::: GIVEN DATA :::

#[cfg(test)]
mod tests {
    use super::*;

    const HEADER: &str = "id\taudio\tstart\tend\tspeaker\tdialect\tdialectal\tnormalized\n";

    fn manifest_with(rows: &str) -> (tempfile::TempDir, PathBuf) {
        let dir = tempfile::tempdir().unwrap();
        let path = dir.path().join("corpus.tsv");
        std::fs::write(&path, format!("{HEADER}{rows}")).unwrap();
        (dir, path)
    }

    #[test]
    fn reads_rows_resolving_audio_against_the_manifest_folder() {
        let (dir, path) = manifest_with(
            "u1\ta/one.wav\t\t\tsp1\tnorth\thoose doon\thouse down\n\
             u2\t/abs/two.flac\t1.5\t3\tsp2\t\taye\tyes\n",
        );
        let manifest = Manifest::read(&path).unwrap();
        assert_eq!(manifest.transcript_columns, ["dialectal", "normalized"]);
        let [u1, u2] = &manifest.utterances[..] else {
            panic!("expected two rows")
        };
        assert_eq!(u1.audio, dir.path().join("a/one.wav"));
        assert_eq!((u1.start, u1.end, u1.line), (None, None, 2));
        assert_eq!(u2.audio, PathBuf::from("/abs/two.flac"));
        assert_eq!(
            (u2.start, u2.end, u2.dialect.as_str()),
            (Some(1.5), Some(3.0), "")
        );
        assert_eq!(manifest.transcript(1, "normalized").unwrap(), "yes");
        let message = manifest.transcript(0, "phones").unwrap_err().to_string();
        assert!(message.contains("dialectal, normalized"), "{message}");
    }

    /// Issue 16: an `end` beyond about 1.2e15 s saturated to the "end of file" marker when
    /// turned into a sample index and was silently read as "to the end of the file".
    #[test]
    fn times_beyond_the_limit_are_errors_naming_the_line() {
        let (_dir, path) = manifest_with(
            "u1\ta.wav\t0\t1.3e15\tsp\tn\ta\ta\nu2\ta.wav\t2000000\t\tsp\tn\ta\ta\n\
             u3\ta.wav\t0\t1000000\tsp\tn\ta\ta\n",
        );
        let (manifest, problems) = Manifest::read_collecting(&path).unwrap();
        let messages: Vec<String> = problems.iter().map(|p| p.to_string()).collect();
        assert_eq!(messages.len(), 2, "{messages:?}");
        assert!(
            messages[0].contains("corpus.tsv, line 2")
                && messages[0].contains("`end` of `u1`")
                && messages[0].contains("from 0 to 1000000")
                && messages[0].contains("1.3e15"),
            "{messages:?}"
        );
        assert!(messages[1].contains("line 3") && messages[1].contains("`start` of `u2`"));
        assert_eq!(manifest.utterances.len(), 1);
    }

    #[test]
    fn missing_column_is_reported_with_what_was_found() {
        let dir = tempfile::tempdir().unwrap();
        let path = dir.path().join("m.tsv");
        std::fs::write(
            &path,
            "id\taudio\tstart\tend\tdialect\ttext\nu\tx.wav\t\t\tn\thi\n",
        )
        .unwrap();
        let message = Manifest::read(&path).unwrap_err().to_string();
        assert!(
            message.contains("m.tsv, line 1") && message.contains("missing: speaker"),
            "{message}"
        );
        std::fs::write(&path, "id\taudio\tstart\tend\tspeaker\tdialect\n").unwrap();
        let message = Manifest::read(&path).unwrap_err().to_string();
        assert!(message.contains("transcript column"), "{message}");
    }

    #[test]
    fn an_untranscribed_manifest_needs_no_transcript_column_but_the_rest_is_checked() {
        let dir = tempfile::tempdir().unwrap();
        let path = dir.path().join("pool.tsv");
        std::fs::write(
            &path,
            "id\taudio\tstart\tend\tspeaker\tdialect\nu1\ta.ogg\t\t\tsp\tfells\n",
        )
        .unwrap();
        let manifest = Manifest::read_untranscribed(&path).unwrap();
        assert!(manifest.transcript_columns.is_empty());
        assert_eq!(manifest.utterances[0].audio, dir.path().join("a.ogg"));
        std::fs::write(
            &path,
            "id\taudio\tstart\tend\tspeaker\tdialect\nu1\ta.ogg\tsoon\t\tsp\tfells\n",
        )
        .unwrap();
        let message = Manifest::read_untranscribed(&path).unwrap_err().to_string();
        assert!(message.contains("pool.tsv, line 2"), "{message}");
        std::fs::write(&path, "id\taudio\tstart\tend\tspeaker\n").unwrap();
        let message = Manifest::read_untranscribed(&path).unwrap_err().to_string();
        assert!(message.contains("missing: dialect"), "{message}");
    }

    #[test]
    fn every_row_problem_is_listed_with_its_line() {
        let (_dir, path) = manifest_with(
            "u1\tx.wav\t\t\ts\td\ta\tb\n\
             u1\ty.wav\t\t\ts\td\ta\tb\n\
             u3\tz.wav\t4\t2\ts\td\ta\tb\n\
             u4\tz.wav\tsoon\t\ts\td\ta\tb\n\
             u5\tz.wav\t\t\t\td\t\tb\n\
             u1\tx.wav\t\t\ts\td\ta\tb\n",
        );
        let (manifest, problems) = Manifest::read_collecting(&path).unwrap();
        let listed: Vec<String> = problems.iter().map(ToString::to_string).collect();
        assert_eq!(manifest.utterances.len(), 2, "{listed:?}");
        let expect = |line: usize, severity: Severity, text: &str| {
            assert!(
                problems.iter().any(|p| p.line == Some(line)
                    && p.severity == severity
                    && p.message.contains(text)),
                "line {line} `{text}` not in {listed:?}"
            );
        };
        expect(3, Severity::Error, "found `u1` again (first on line 2)");
        expect(4, Severity::Error, "start 4 s and end 2 s");
        expect(5, Severity::Error, "found `soon`");
        expect(6, Severity::Warning, "no speaker");
        expect(6, Severity::Warning, "empty `dialectal` transcript");
        expect(7, Severity::Error, "repeats line 2 exactly");
        let first = Manifest::read(&path).unwrap_err().to_string();
        assert!(first.contains("corpus.tsv, line 3"), "{first}");
    }

    #[test]
    fn relative_paths_only_within_a_shared_folder() {
        let relative = |a: &str, b: &str| relative_to(Path::new(a), Path::new(b));
        assert_eq!(
            relative("/data/corpus/audio/a.flac", "/data/corpus/splits"),
            Some(PathBuf::from("../audio/a.flac"))
        );
        assert_eq!(
            relative("/data/corpus/a.flac", "/data/corpus"),
            Some(PathBuf::from("a.flac"))
        );
        assert_eq!(relative("/home/archive/a.flac", "/tmp/out"), None);
    }

    #[test]
    fn subsets_are_written_with_audio_relative_to_the_new_folder() {
        let (dir, path) = manifest_with("u1\taudio/one.wav\t0.5\t2\ts\td\ta\tb\n");
        let manifest = Manifest::read(&path).unwrap();
        let out = dir.path().join("splits/train.tsv");
        let rows: Vec<&Utterance> = manifest.utterances.iter().collect();
        manifest.write_subset(&out, &rows).unwrap();
        let text = std::fs::read_to_string(&out).unwrap();
        assert_eq!(
            text,
            format!("{HEADER}u1\t../audio/one.wav\t0.5\t2\ts\td\ta\tb\n")
        );
        let again = Manifest::read(&out).unwrap();
        assert_eq!(
            absolute(&again.utterances[0].audio).unwrap(),
            absolute(&manifest.utterances[0].audio).unwrap()
        );
    }
}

:::

## DIRECTIONS
Please reproduce the records above in their entirety, exactly as given.

## ANSWER BOX
#[cfg(test)]
mod tests {
    use super::*;

    const HEADER: &str = "id\taudio\tstart\tend\tspeaker\tdialect\tdialectal\tnormalized\n";

    fn manifest_with(rows: &str) -> (tempfile::TempDir, PathBuf) {
        let dir = tempfile::tempdir().unwrap();
        let path = dir.path().join("corpus.tsv");
        std::fs::write(&path, format!("{HEADER}{rows}")).unwrap();
        (dir, path)
    }

    #[test]
    fn reads_rows_resolving_audio_against_the_manifest_folder() {
        let (dir, path) = manifest_with(
            "u1\ta/one.wav\t\t\tsp1\tnorth\thoose doon\thouse down\n\
             u2\t/abs/two.flac\t1.5\t3\tsp2\t\taye\tyes\n",
        );
        let manifest = Manifest::read(&path).unwrap();
        assert_eq!(manifest.transcript_columns, ["dialectal", "normalized"]);
        let [u1, u2] = &manifest.utterances[..] else {
            panic!("expected two rows")
        };
        assert_eq!(u1.audio, dir.path().join("a/one.wav"));
        assert_eq!((u1.start, u1.end, u1.line), (None, None, 2));
        assert_eq!(u2.audio, PathBuf::from("/abs/two.flac"));
        assert_eq!(
            (u2.start, u2.end, u2.dialect.as_str()),
            (Some(1.5), Some(3.0), "")
        );
        assert_eq!(manifest.transcript(1, "normalized").unwrap(), "yes");
        let message = manifest.transcript(0, "phones").unwrap_err().to_string();
        assert!(message.contains("dialectal, normalized"), "{message}");
    }

    /// Issue 16: an `end` beyond about 1.2e15 s saturated to the "end of file" marker when
    /// turned into a sample index and was silently read as "to the end of the file".
    #[test]
    fn times_beyond_the_limit_are_errors_naming_the_line() {
        let (_dir, path) = manifest_with(
            "u1\ta.wav\t0\t1.3e15\tsp\tn\ta\ta\nu2\ta.wav\t2000000\t\tsp\tn\ta\ta\n\
             u3\ta.wav\t0\t1000000\tsp\tn\ta\ta\n",
        );
        let (manifest, problems) = Manifest::read_collecting(&path).unwrap();
        let messages: Vec<String> = problems.iter().map(|p| p.to_string()).collect();
        assert_eq!(messages.len(), 2, "{messages:?}");
        assert!(
            messages[0].contains("corpus.tsv, line 2")
                && messages[0].contains("`end` of `u1`")
                && messages[0].contains("from 0 to 1000000")
                && messages[0].contains("1.3e15"),
            "{messages:?}"
        );
        assert!(messages[1].contains("line 3") && messages[1].contains("`start` of `u2`"));
        assert_eq!(manifest.utterances.len(), 1);
    }

    #[test]
    fn missing_column_is_reported_with_what_was_found() {
        let dir = tempfile::tempdir().unwrap();
        let path = dir.path().join("m.tsv");
        std::fs::write(
            &path,
            "id\taudio\tstart\tend\tdialect\ttext\nu\tx.wav\t\t\tn\thi\n",
        )
        .unwrap();
        let message = Manifest::read(&path).unwrap_err().to_string();
        assert!(
            message.contains("m.tsv, line 1") && message.contains("missing: speaker"),
            "{message}"
        );
        std::fs::write(&path, "id\taudio\tstart\tend\tspeaker\tdialect\n").unwrap();
        let message = Manifest::read(&path).unwrap_err().to_string();
        assert!(message.contains("transcript column"), "{message}");
    }

    #[test]
    fn an_untranscribed_manifest_needs_no_transcript_column_but_the_rest_is_checked() {
        let dir = tempfile::tempdir().unwrap();
        let path = dir.path().join("pool.tsv");
        std::fs::write(
            &path,
            "id\taudio\tstart\tend\tspeaker\tdialect\nu1\ta.ogg\t\t\tsp\tfells\n",
        )
        .unwrap();
        let manifest = Manifest::read_untranscribed(&path).unwrap();
        assert!(manifest.transcript_columns.is_empty());
        assert_eq!(manifest.utterances[0].audio, dir.path().join("a.ogg"));
        std::fs::write(
            &path,
            "id\taudio\tstart\tend\tspeaker\tdialect\nu1\ta.ogg\tsoon\t\tsp\tfells\n",
        )
        .unwrap();
        let message = Manifest::read_untranscribed(&path).unwrap_err().to_string();
        assert!(message.contains("pool.tsv, line 2"), "{message}");
        std::fs::write(&path, "id\taudio\tstart\tend\tspeaker\n").unwrap();
        let message = Manifest::read_untranscribed(&path).unwrap_err().to_string();
        assert!(message.contains("missing: dialect"), "{message}");
    }

    #[test]
    fn every_row_problem_is_listed_with_its_line() {
        let (_dir, path) = manifest_with(
            "u1\tx.wav\t\t\ts\td\ta\tb\n\
             u1\ty.wav\t\t\ts\td\ta\tb\n\
             u3\tz.wav\t4\t2\ts\td\ta\tb\n\
             u4\tz.wav\tsoon\t\ts\td\ta\tb\n\
             u5\tz.wav\t\t\t\td\t\tb\n\
             u1\tx.wav\t\t\ts\td\ta\tb\n",
        );
        let (manifest, problems) = Manifest::read_collecting(&path).unwrap();
        let listed: Vec<String> = problems.iter().map(ToString::to_string).collect();
        assert_eq!(manifest.utterances.len(), 2, "{listed:?}");
        let expect = |line: usize, severity: Severity, text: &str| {
            assert!(
                problems.iter().any(|p| p.line == Some(line)
                    && p.severity == severity
                    && p.message.contains(text)),
                "line {line} `{text}` not in {listed:?}"
            );
        };
        expect(3, Severity::Error, "found `u1` again (first on line 2)");
        expect(4, Severity::Error, "start 4 s and end 2 s");
        expect(5, Severity::Error, "found `soon`");
        expect(6, Severity::Warning, "no speaker");
        expect(6, Severity::Warning, "empty `dialectal` transcript");
        expect(7, Severity::Error, "repeats line 2 exactly");
        let first = Manifest::read(&path).unwrap_err().to_string();
        assert!(first.contains("corpus.tsv, line 3"), "{first}");
    }

    #[test]
    fn relative_paths_only_within_a_shared_folder() {
        let relative = |a: &str, b: &str| relative_to(Path::new(a), Path::new(b));
        assert_eq!(
            relative("/data/corpus/audio/a.flac", "/data/corpus/splits"),
            Some(PathBuf::from("../audio/a.flac"))
        );
        assert_eq!(
            relative("/data/corpus/a.flac", "/data/corpus"),
            Some(PathBuf::from("a.flac"))
        );
        assert_eq!(relative("/home/archive/a.flac", "/tmp/out"), None);
    }

    #[test]
    fn subsets_are_written_with_audio_relative_to_the_new_folder() {
        let (dir, path) = manifest_with("u1\taudio/one.wav\t0.5\t2\ts\td\ta\tb\n");
        let manifest = Manifest::read(&path).unwrap();
        let out = dir.path().join("splits/train.tsv");
        let rows: Vec<&Utterance> = manifest.utterances.iter().collect();
        manifest.write_subset(&out, &rows).unwrap();
        let text = std::fs::read_to_string(&out).unwrap();
        assert_eq!(
            text,
            format!("{HEADER}u1\t../audio/one.wav\t0.5\t2\ts\td\ta\tb\n")
        );
        let again = Manifest::read(&out).unwrap();
        assert_eq!(
            absolute(&again.utterances[0].audio).unwrap(),
            absolute(&manifest.utterances[0].audio).unwrap()
        );
    }
}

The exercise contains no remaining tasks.